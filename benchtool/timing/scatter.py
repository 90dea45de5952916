"""Type A uncertainty: what the scatter of repeated intervals says of their mean."""

from __future__ import annotations

import math

import numpy as np

from benchtool.frozen import frozen_record
from benchtool.model.arrays import FloatArray
from benchtool.timing.noise import NoiseFit
from benchtool.uncertainty import coverage_factor

ENOUGH = 30
"""Intervals from which the two kinds of noise can be told apart."""

_SPREAD = 0.4
"""Edge noise in grid steps (rounding alone: 0.29) from which rounding errors are random."""

_BATCHES = 12
_LEAST_FOR_BATCHES = 36
_SLOW_NOISE = 2.5  # variance of batch means over what neighbours explain: 1 % of chance at F(11,∞)


@frozen_record(eq=False)
class Mean:
    """A mean of repeated observations.

    Attributes:
        value: The mean.
        u: Its standard uncertainty from the scatter, in the same unit.
        dof: Degrees of freedom of ``u``.
        note: How ``u`` was come by.
    """

    value: float
    u: float
    dof: float
    note: str


def two_pass_sd(values: FloatArray) -> float:
    """Return the experimental standard deviation (denominator n - 1).

    Args:
        values: Observations, shape (n,) with n >= 2.

    References:
        JCGM 100:2008, equation (4), by the two-pass formula with the correction for the rounding
        of the mean (Chan, Golub & LeVeque 1983, from memory).
    """
    away = values - np.mean(values)
    square = float(away @ away) - float(np.sum(away)) ** 2 / values.size
    return math.sqrt(max(0.0, square) / (values.size - 1))


def lag_one(values: FloatArray) -> float | None:
    """Return the lag-1 autocorrelation coefficient, None for a constant series.

    Args:
        values: Observations in order, shape (n,) with n >= 2.

    References:
        NIST/ITL StRD univariate summary statistics: mean and denominator of the full series.
    """
    away = values - np.mean(values)
    square = float(away @ away)
    return float(away[:-1] @ away[1:]) / square if square > 0 else None


def mean_of_widths(values: FloatArray, neighbours: float = 0.0) -> Mean:
    """Return the mean of observations that nothing but their scatter is known of.

    From 36 on, batch means tell both slow changes, which add to u, and errors that even out
    over some intervals, such as those of a grid, which do not.

    Args:
        values: Observations in order, shape (n,) with n >= 2.
        neighbours: Covariance of neighbours where it is known to be positive.
    """
    n = values.size
    value = float(np.mean(values))
    if n >= _LEAST_FOR_BATCHES:
        u = two_pass_sd(_batch_means(values)) / math.sqrt(_BATCHES)
        note = f"sd of {_BATCHES} batch means over √{_BATCHES}"
        return Mean(value=value, u=u, dof=_BATCHES - 1, note=note)
    variance = two_pass_sd(values) ** 2 + 2 * max(0.0, neighbours)
    return Mean(value=value, u=math.sqrt(variance / n), dof=n - 1, note=f"sd of {n} over √{n}")


def mean_of_periods(
    period_s: FloatArray, n_chains: int, step_s: float, fit: NoiseFit | None
) -> Mean:
    """Return the mean period with what its scatter says.

    Args:
        period_s: Complete periods in order, seconds, shape (n,) with n >= 2.
        n_chains: Unbroken successions they come in.
        step_s: Grid that the edges lie on, 0 where they are interpolated. Weights gain nothing
            over rounding to a grid unless the edges' own noise spreads it.
        fit: Their two noises told apart, None where they are too few or do not scatter.
    """
    n = period_s.size
    if fit is None:
        return mean_of_widths(period_s)
    length = n // _BATCHES
    slow = _slow_excess(period_s, fit.accumulating_s2 / length + 2.2 * fit.edge_s2 / length**2)
    if slow:
        return _with_slow(fit.plain_s, fit.u_plain_s, slow)
    weighable = n_chains == 1 and fit.edge_s2 >= (_SPREAD * step_s) ** 2
    return _better_mean(fit, n, n_chains, weighable=weighable)


def _better_mean(fit: NoiseFit, n: int, n_chains: int, *, weighable: bool) -> Mean:
    """Return the mean with the smaller U."""
    plain_u = math.sqrt(fit.accumulating_s2 / n + 2 * n_chains * fit.edge_s2 / n**2)
    plain = Mean(
        value=fit.plain_s,
        u=max(plain_u, fit.u_plain_s),
        dof=fit.dof_plain,
        note=f"first to last edge over {n}, accumulating and edge noise told apart",
    )
    weighted = Mean(
        value=fit.weighted_s,
        u=fit.u_weighted_s,
        dof=fit.dof_weighted,
        note=f"weighted mean of {n}, accumulating and edge noise told apart",
    )
    if not weighable:
        return plain
    return min(plain, weighted, key=lambda mean: coverage_factor(mean.dof) * mean.u)


def _slow_excess(values: FloatArray, expected: float) -> float:
    """Return the variance of the mean from changes too slow for neighbours to show, or 0.

    Args:
        values: Observations in order.
        expected: Variance of a batch mean that the fast noise explains.
    """
    if values.size < _LEAST_FOR_BATCHES:
        return 0.0
    variance = two_pass_sd(_batch_means(values)) ** 2
    if variance <= _SLOW_NOISE * expected or variance <= (1e-12 * float(np.mean(values))) ** 2:
        return 0.0
    return variance / _BATCHES


def _batch_means(values: FloatArray) -> FloatArray:
    length = values.size // _BATCHES
    means: FloatArray = values[: length * _BATCHES].reshape(_BATCHES, length).mean(axis=1)
    return means


def _with_slow(value: float, fast_u: float, slow: float) -> Mean:
    return Mean(
        value=value,
        u=max(fast_u, math.sqrt(slow)),
        dof=_BATCHES - 1,
        note=f"sd of {_BATCHES} batch means over √{_BATCHES}: slow changes",
    )
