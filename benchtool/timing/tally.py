"""What a walk over all samples notes on the way: their range, and how many are missing."""

from __future__ import annotations

import numpy as np

from benchtool.model.capture import Scale
from benchtool.timing.rows import Codes, Rows


class Tally:
    """Range of all present samples in stored units, and the number of missing ones."""

    def __init__(self) -> None:
        self.least = np.inf
        self.greatest = -np.inf
        self.n_missing = 0

    def add_rows(self, rows: Rows) -> None:
        """Note samples that are all there, by the extremes of their rows."""
        self.least = min(self.least, float(rows.least.min()))
        self.greatest = max(self.greatest, float(rows.greatest.max()))

    def add_holed(self, values: Codes) -> None:
        """Note samples some of which are missing."""
        present = values[np.isfinite(values)]
        self.n_missing += values.size - present.size
        if present.size:
            self.least = min(self.least, float(present.min()))
            self.greatest = max(self.greatest, float(present.max()))

    def volts(self, scale: Scale) -> tuple[float, float]:
        """Return the range in volts."""
        low, high = sorted(x * scale.gain + scale.offset for x in (self.least, self.greatest))
        return low, high
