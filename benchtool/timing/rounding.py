"""What rounding both edges to a grid does to the scatter of intervals."""

from __future__ import annotations

import math

_HARMONICS = 50


def observed_variance(sigma_s: float, period_s: float, grid_s: float) -> float:
    """Return the variance of periods on a grid whose true sd is ``sigma_s``, in s².

    Args:
        sigma_s: True standard deviation of the periods in seconds.
        period_s: Mean period in seconds.
        grid_s: Grid step Ts in seconds, above 0.

    References:
        s² = σ² + Ts²[1/6 - π⁻²·Σ_k cos(2πkf)·exp(-2π²k²σ²/Ts²)/k²], f = frac(T/Ts): two rounding
        errors of a uniformly placed edge, correlated through the fraction of the period.
    """
    f = period_s / grid_s
    total = 1 / 6
    for k in range(1, _HARMONICS + 1):
        damping = math.exp(-2 * (math.pi * k * sigma_s / grid_s) ** 2)
        total -= math.cos(2 * math.pi * k * f) * damping / (math.pi * k) ** 2
    return sigma_s**2 + grid_s**2 * max(0.0, total)


def own_deviation(seen_s: float, mean_s: float, grid_s: float) -> float | None:
    """Return the sd of intervals without what rounding to a grid adds, None where that is all.

    Args:
        seen_s: Their sd as seen.
        mean_s: Their mean.
        grid_s: Grid step, above 0.
    """
    if seen_s**2 <= observed_variance(0.0, mean_s, grid_s):
        return None
    low, high = 0.0, seen_s
    for _ in range(60):
        middle = (low + high) / 2
        if observed_variance(middle, mean_s, grid_s) < seen_s**2:
            low = middle
        else:
            high = middle
    return (low + high) / 2
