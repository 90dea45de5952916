"""The lines of an uncertainty budget that the figures of a trace share."""

from __future__ import annotations

import math
from collections.abc import Iterator

import numpy as np

from benchtool.frozen import frozen_record
from benchtool.model.arrays import FloatArray
from benchtool.model.quantity import Contribution
from benchtool.model.timing import Edges, Intervals
from benchtool.timing.grid import (
    UNSEEN,
    blurred_width_floor,
    line_misfit,
    line_period,
    line_period_error,
    most_edge_noise,
    period_in_step,
    phase_lock,
    width_floor,
)
from benchtool.timing.noise import NoiseFit, fit_noise
from benchtool.timing.scatter import ENOUGH, Mean, mean_of_widths, mean_on_grid
from benchtool.units import format_value

_WELL_PLACED = 0.1
"""Share of a step below which an edge's grid error is no overestimate, so that n of them average
no better than √n."""

_WALK = 2.0  # variance of a walk from end to end over the square of what it adds to a misfit

FEW = 6
"""Intervals below which chance may hide the grid from their scatter."""


@frozen_record(eq=False)
class Setting:
    """What all figures of one trace share."""

    intervals: Intervals
    edges: Edges
    timebase_rel: float
    jitter_rel: float
    period_s: float | None
    noise: NoiseFit | None

    @property
    def grid_s(self) -> float:
        """Grid step that stands for what the grid leaves in each edge."""
        return self.edges.grid_s if self.edges.resolved else self.edges.step_s


def settle_budget(
    intervals: Intervals, edges: Edges, timebase_rel: float, jitter_rel: float
) -> Setting:
    """Return what all figures share: mean period and noise, besides what was assumed.

    Args:
        intervals: What was cut out of the trace.
        edges: Where its edges lie.
        timebase_rel: Half-width of the timebase error, relative.
        jitter_rel: Assumed jitter where one interval is all there is, relative half-width.
    """
    period_s = intervals.period_s
    return Setting(
        intervals=intervals,
        edges=edges,
        timebase_rel=timebase_rel,
        jitter_rel=jitter_rel,
        period_s=float(np.mean(period_s)) if period_s.size else None,
        noise=noise_of(period_s, edges),
    )


def noise_of(period_s: FloatArray, edges: Edges) -> NoiseFit | None:
    """Return the two noises of periods on a grid, None where too few or without scatter."""
    if period_s.size < ENOUGH or edges.resolved:
        return None
    return fit_noise(period_s, edges.step_s)


def width_grid(setting: Setting, n: int) -> float:
    """Return what the grid gives the mean of n widths, as a standard uncertainty in seconds."""
    edges = setting.edges
    if edges.resolved:
        by_chance = 1 / math.sqrt(n) if edges.grid_s < _WELL_PLACED * edges.step_s else 0.0
        locks = [
            max(
                by_chance,
                phase_lock(edges.times_s[edges.rising == state], edges.step_s, setting.period_s),
            )
            for state in (True, False)
        ]
        return edges.grid_s / math.sqrt(12) * math.hypot(*locks)
    if setting.period_s is None:
        return width_floor(edges.step_s, n, None)
    step_s = edges.step_s
    period_s, u_period_s = setting.period_s, step_s / n / math.sqrt(6)
    wander, edge = _noise_in_steps(setting)
    ticks = outer_ticks(setting)
    if ticks is not None and ticks.size > ENOUGH:
        shown = max(0.0, line_misfit(ticks) - 1.0)
        wander = min(wander, _WALK * shown**2 / ticks.size)
        edge = min(max(edge, (UNSEEN / ticks.size) ** 2), most_edge_noise(ticks))
        period = line_period(ticks)
        u_line_s = step_s * line_period_error(period, ticks.size - 1, wander, edge)
        period_s, u_period_s = period * step_s, min(u_period_s, u_line_s)
    noises = wander * step_s**2, edge * step_s**2
    blurred_s = blurred_width_floor(step_s, n, period_s, u_period_s, *noises)
    in_step_s = step_s * period_in_step(period_s / step_s, n)
    return max(blurred_s, width_floor(step_s, n, in_step_s, *noises)) if in_step_s else blurred_s


def _noise_in_steps(setting: Setting) -> tuple[float, float]:
    """Return accumulating and edge noise as variances in grid steps squared, rounding left out."""
    fit, step_s = setting.noise, setting.edges.step_s
    if fit is None:
        return 0.0, 0.0
    return fit.accumulating_s2 / step_s**2, max(0.0, fit.edge_s2 / step_s**2 - 1 / 12)


def outer_ticks(setting: Setting) -> FloatArray | None:
    """Return the edges between unbroken periods in grid steps, None where a gap breaks them."""
    period_s = setting.intervals.period_s
    if len(setting.intervals.chains) != 1 or setting.edges.resolved or setting.edges.step_s == 0:
        return None
    ticks: FloatArray = np.concatenate([[0.0], np.cumsum(period_s)]) / setting.edges.step_s
    return ticks


def with_floor(
    setting: Setting, own: list[Contribution], floor: float, n: int
) -> list[Contribution]:
    """Add the grid to the scatter, of several intervals only as far as scatter misses it.

    A few intervals on a grid can agree by chance, so there both are added. Where edges are
    interpolated the floor is a rough figure and, of a few, no surer than their scatter.

    Args:
        setting: What all figures share.
        own: The scatter of the figure, in its unit.
        floor: Standard uncertainty that the grid alone gives, in the same unit.
        n: Number of intervals, 1 or more.
    """
    few = n < FEW
    scatter = math.sqrt(sum(term.u**2 for term in own))
    added = n == 1 or (few and not setting.edges.resolved)
    missed = floor if added else math.sqrt(max(0.0, floor**2 - scatter**2))
    dof = n if few and not added else math.inf
    return [*own, grid_error(missed, dof)]


def mean_width(setting: Setting, values: FloatArray) -> tuple[float, list[Contribution]]:
    """Return the mean of two or more widths with its scatter and what the grid adds.

    Where edges lie on a grid and are many, the grid is taken out of their scatter: what is left
    of it in the mean follows from the period.

    Args:
        setting: What all figures share.
        values: Widths in order, seconds.
    """
    floor_s = width_grid(setting, values.size)
    if setting.edges.resolved or values.size < ENOUGH or setting.edges.step_s == 0:
        mean = mean_of_widths(values)
        return mean.value, with_floor(setting, [scatter_of(mean)], floor_s, values.size)
    mean = mean_on_grid(values, setting.edges.step_s, floor_s, most_scatter(setting))
    return mean.value, [scatter_of(mean), grid_error(floor_s)]


def most_scatter(setting: Setting) -> float:
    """Return the most that widths scatter by themselves if the edges on a grid are nearly exact.

    Args:
        setting: What all figures share.

    Returns:
        Seconds; infinite where gaps part the edges.
    """
    ticks, step_s = outer_ticks(setting), setting.edges.step_s
    if ticks is None or ticks.size < ENOUGH:
        return math.inf
    intervals = setting.intervals
    first_s = intervals.cycle_high_s if intervals.active == "high" else intervals.cycle_low_s
    ends = ticks[:-1] + first_s / step_s
    return step_s * math.sqrt(most_edge_noise(ticks) + most_edge_noise(ends))


def scatter_of(mean: Mean) -> Contribution:
    """Return the contribution of a mean's scatter."""
    return Contribution(source="scatter", u=mean.u, dof=mean.dof, note=mean.note)


def single_interval(setting: Setting, value: float) -> list[Contribution]:
    """Return what stands in for scatter where one interval is all there is."""
    jitter = Contribution(
        source="assumed jitter",
        u=value * setting.jitter_rel / math.sqrt(3),
        note=f"half-width {format_value(setting.jitter_rel, '1', 2)} of one interval, rectangular",
    )
    noise = Contribution(
        source="edge noise",
        u=math.sqrt(2) * usual_edge_noise(setting),
        note="noise over slew, two edges",
    )
    return [jitter, noise]


def usual_edge_noise(setting: Setting) -> float:
    """Return the rms standard uncertainty of an edge from noise over slew, in seconds."""
    u_s = setting.edges.u_s
    return float(np.sqrt(np.mean(u_s**2))) if u_s.size else 0.0


def scale_errors(setting: Setting, value: float) -> Iterator[Contribution]:
    """Return errors that stretch all times alike: they cancel in the duty."""
    yield Contribution(
        source="timebase",
        u=value * setting.timebase_rel / math.sqrt(3),
        common=True,
        note=f"half-width {format_value(setting.timebase_rel, '1', 2)}, rectangular",
    )
    yield Contribution(
        source="time stamps",
        u=value * setting.edges.stretch_u_rel,
        common=True,
        note="few digits of the times",
    )


def level_error(setting: Setting, factor: float = 1.0) -> Contribution:
    """Return what level and code step give t_high, times a sensitivity (-1 for t_low)."""
    return Contribution(
        source="level",
        u=factor * setting.edges.level_u_s,
        common=True,
        note="reference level and code step over the slew",
    )


def grid_error(u_s: float, dof: float = math.inf) -> Contribution:
    """Return the contribution of the sampling grid."""
    return Contribution(source="grid", u=u_s, dof=dof, note="sampling interval or tick")
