"""The periodogram at uneven times: which frequencies a row of observations follows."""

from __future__ import annotations

import math
from collections.abc import Sequence

import numpy as np

from benchtool.frozen import frozen_record
from benchtool.model.arrays import FloatArray, NDArray

_OVERSAMPLED = 5  # points in the width of a line
_CHUNK = 1 << 17  # sines that are held at a time
_LEAST = 8
_TREND, _MANY = 3, 16  # degree of a trend, and the observations from which it is that high
_ROUNDING = 1e-12  # of the values: what is left then is nothing
_IN_BLOCK = 256  # frequencies that are made from one

ComplexArray = NDArray[np.complex128]


@frozen_record(eq=False)
class Series:
    """Observations at their times.

    Attributes:
        times_s: Shape (n,).
        values: Mean and trend taken off, shape (n,).
        n_free: Degrees of freedom that are left of them.
    """

    times_s: FloatArray
    values: FloatArray
    n_free: int

    @property
    def is_enough(self) -> bool:
        """Whether there are enough of them, and any that differ."""
        return self.values.size >= _LEAST and bool(np.ptp(self.values) > 0)


def make_series(times_s: FloatArray, values: FloatArray) -> Series:
    """Return observations without their mean and their trend, a cubic where they are many.

    What is left of a drift would otherwise show at the mean rate, whose image it is.
    """
    degree = min(_TREND if values.size >= _MANY else 1, max(0, values.size - 1))
    if not values.size:
        return Series(times_s=times_s, values=values, n_free=0)
    x = times_s - times_s.mean()
    powers = np.vander(x / (np.abs(x).max() or 1.0), degree + 1)
    left = values - powers @ np.linalg.lstsq(powers, values, rcond=None)[0]
    if float(np.ptp(left)) < _ROUNDING * float(np.abs(values).max()):
        left = np.zeros(values.size)
    return Series(times_s=times_s, values=left, n_free=values.size - degree - 1)


@frozen_record
class Comb:
    """Evenly spaced frequencies: ``count`` from ``low_hz`` on, ``step_hz`` apart."""

    low_hz: float
    step_hz: float
    count: int

    @property
    def at_hz(self) -> FloatArray:
        """All of them, shape (count,)."""
        grid: FloatArray = self.low_hz + self.step_hz * np.arange(self.count, dtype=np.float64)
        return grid


def make_comb(low_hz: float, high_hz: float, span_s: float) -> Comb:
    """Return frequencies close enough that no line falls between two."""
    step_hz = 1 / (_OVERSAMPLED * span_s)
    return Comb(low_hz=low_hz, step_hz=step_hz, count=max(1, int((high_hz - low_hz) / step_hz) + 1))


def power(series: Series, at_hz: FloatArray) -> FloatArray:
    """Return the share of the variance that a sine of each frequency takes, shape of ``at_hz``.

    References:
        Lomb 1976; Scargle 1982: with 2·omega·tau = arg of Σ e^(2i·omega·t) sine and cosine at
        omega·(t - tau) are orthogonal at any times, so that their shares add up.
    """
    rows = max(1, _CHUNK // max(1, series.times_s.size))
    shares = [
        _shares(series, *_sums(series, _waves(series, at_hz[first : first + rows])))
        for first in range(0, at_hz.size, rows)
    ]
    return np.concatenate(shares)


def power_on(series: Series, comb: Comb) -> FloatArray:
    """Return the same for evenly spaced frequencies, for far less work.

    A wave of the frequency a + b is the wave of a times the wave of b: some hundred of each make
    all, and the sums over the observations are products of matrices.
    """
    n_blocks = -(-comb.count // _IN_BLOCK)
    fine = _waves(series, comb.step_hz * np.arange(_IN_BLOCK, dtype=np.float64))
    found: list[FloatArray] = []
    rows = max(1, _CHUNK // max(1, series.times_s.size))
    for first in range(0, n_blocks, rows):
        blocks = np.arange(first, min(first + rows, n_blocks), dtype=np.float64)
        coarse = _waves(series, comb.low_hz + comb.step_hz * _IN_BLOCK * blocks)
        seen = (coarse * series.values) @ fine.T
        twice = (coarse * coarse) @ (fine * fine).T
        found.append(_shares(series, seen.ravel(), twice.ravel()))
    return np.concatenate(found)[: comb.count]


def _waves(series: Series, at_hz: FloatArray) -> ComplexArray:
    """Return e^(2πi·f·t), a row a frequency."""
    turns = np.outer(at_hz, series.times_s - series.times_s[0])
    waves: ComplexArray = np.exp(2j * math.pi * (turns - np.rint(turns)))
    return waves


def _sums(series: Series, waves: ComplexArray) -> tuple[ComplexArray, ComplexArray]:
    return waves @ series.values, (waves * waves).sum(axis=1)


def _shares(series: Series, seen: ComplexArray, twice: ComplexArray) -> FloatArray:
    """Return the shares from Σ w·y and Σ w², turned so that both parts of w are orthogonal."""
    n = series.values.size
    turned = seen * np.exp(-0.5j * np.angle(twice))
    size = np.abs(twice)
    cosines, sines = (n + size) / 2, np.maximum((n - size) / 2, 1e-9 * n)
    taken = turned.real**2 / cosines + turned.imag**2 / sines
    shares: FloatArray = np.minimum(taken / float(series.values @ series.values), 1.0)
    return shares


def log_chance(share: FloatArray, n_free: int) -> FloatArray:
    """Return ln of the chance that noise alone gives a sine such a share at one frequency.

    References:
        A sine takes two degrees of freedom of noise: P(share > p) = (1 - p)^(n_free/2 - 1), the
        exact form of Scargle's e^(-z); low where a sine is not quite apart from the trend.
    """
    dof = max(1.0, n_free - 2.0)
    with np.errstate(divide="ignore"):
        logs: FloatArray = dof / 2 * np.log1p(-np.minimum(share, 1 - 1e-15))
    return logs


def joint_log_chance(rows: Sequence[FloatArray]) -> FloatArray:
    """Return ln of the chance that independent rows together come so high.

    References:
        Fisher 1925: -2·Σ ln p is chi-square with 2k degrees of freedom, whose tail is
        e^(-q)·Σ q^j/j! for j < k.
    """
    q = -np.sum(rows, axis=0)
    terms = sum(q**j / math.factorial(j) for j in range(len(rows)))
    joint: FloatArray = -q + np.log(terms)
    return joint


def amplitude(series: Series, at_hz: float) -> float:
    """Return the amplitude of the sine of one frequency that fits best."""
    share = float(power(series, np.array([at_hz]))[0])
    return math.sqrt(2 * share * float(series.values @ series.values) / series.values.size)


def without(series: Series, at_hz: float) -> Series:
    """Return the observations without the sine of one frequency."""
    angle = 2 * math.pi * at_hz * (series.times_s - series.times_s[0])
    waves = np.column_stack([np.cos(angle), np.sin(angle)])
    fitted = waves @ np.linalg.lstsq(waves, series.values, rcond=None)[0]
    return Series(
        times_s=series.times_s, values=series.values - fitted, n_free=max(1, series.n_free - 2)
    )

◇ ◇ ◇

Copy each line in the data that holds the word "minimum".

RESPONSE:
    shares: FloatArray = np.minimum(taken / float(series.values @ series.values), 1.0)
        logs: FloatArray = dof / 2 * np.log1p(-np.minimum(share, 1 - 1e-15))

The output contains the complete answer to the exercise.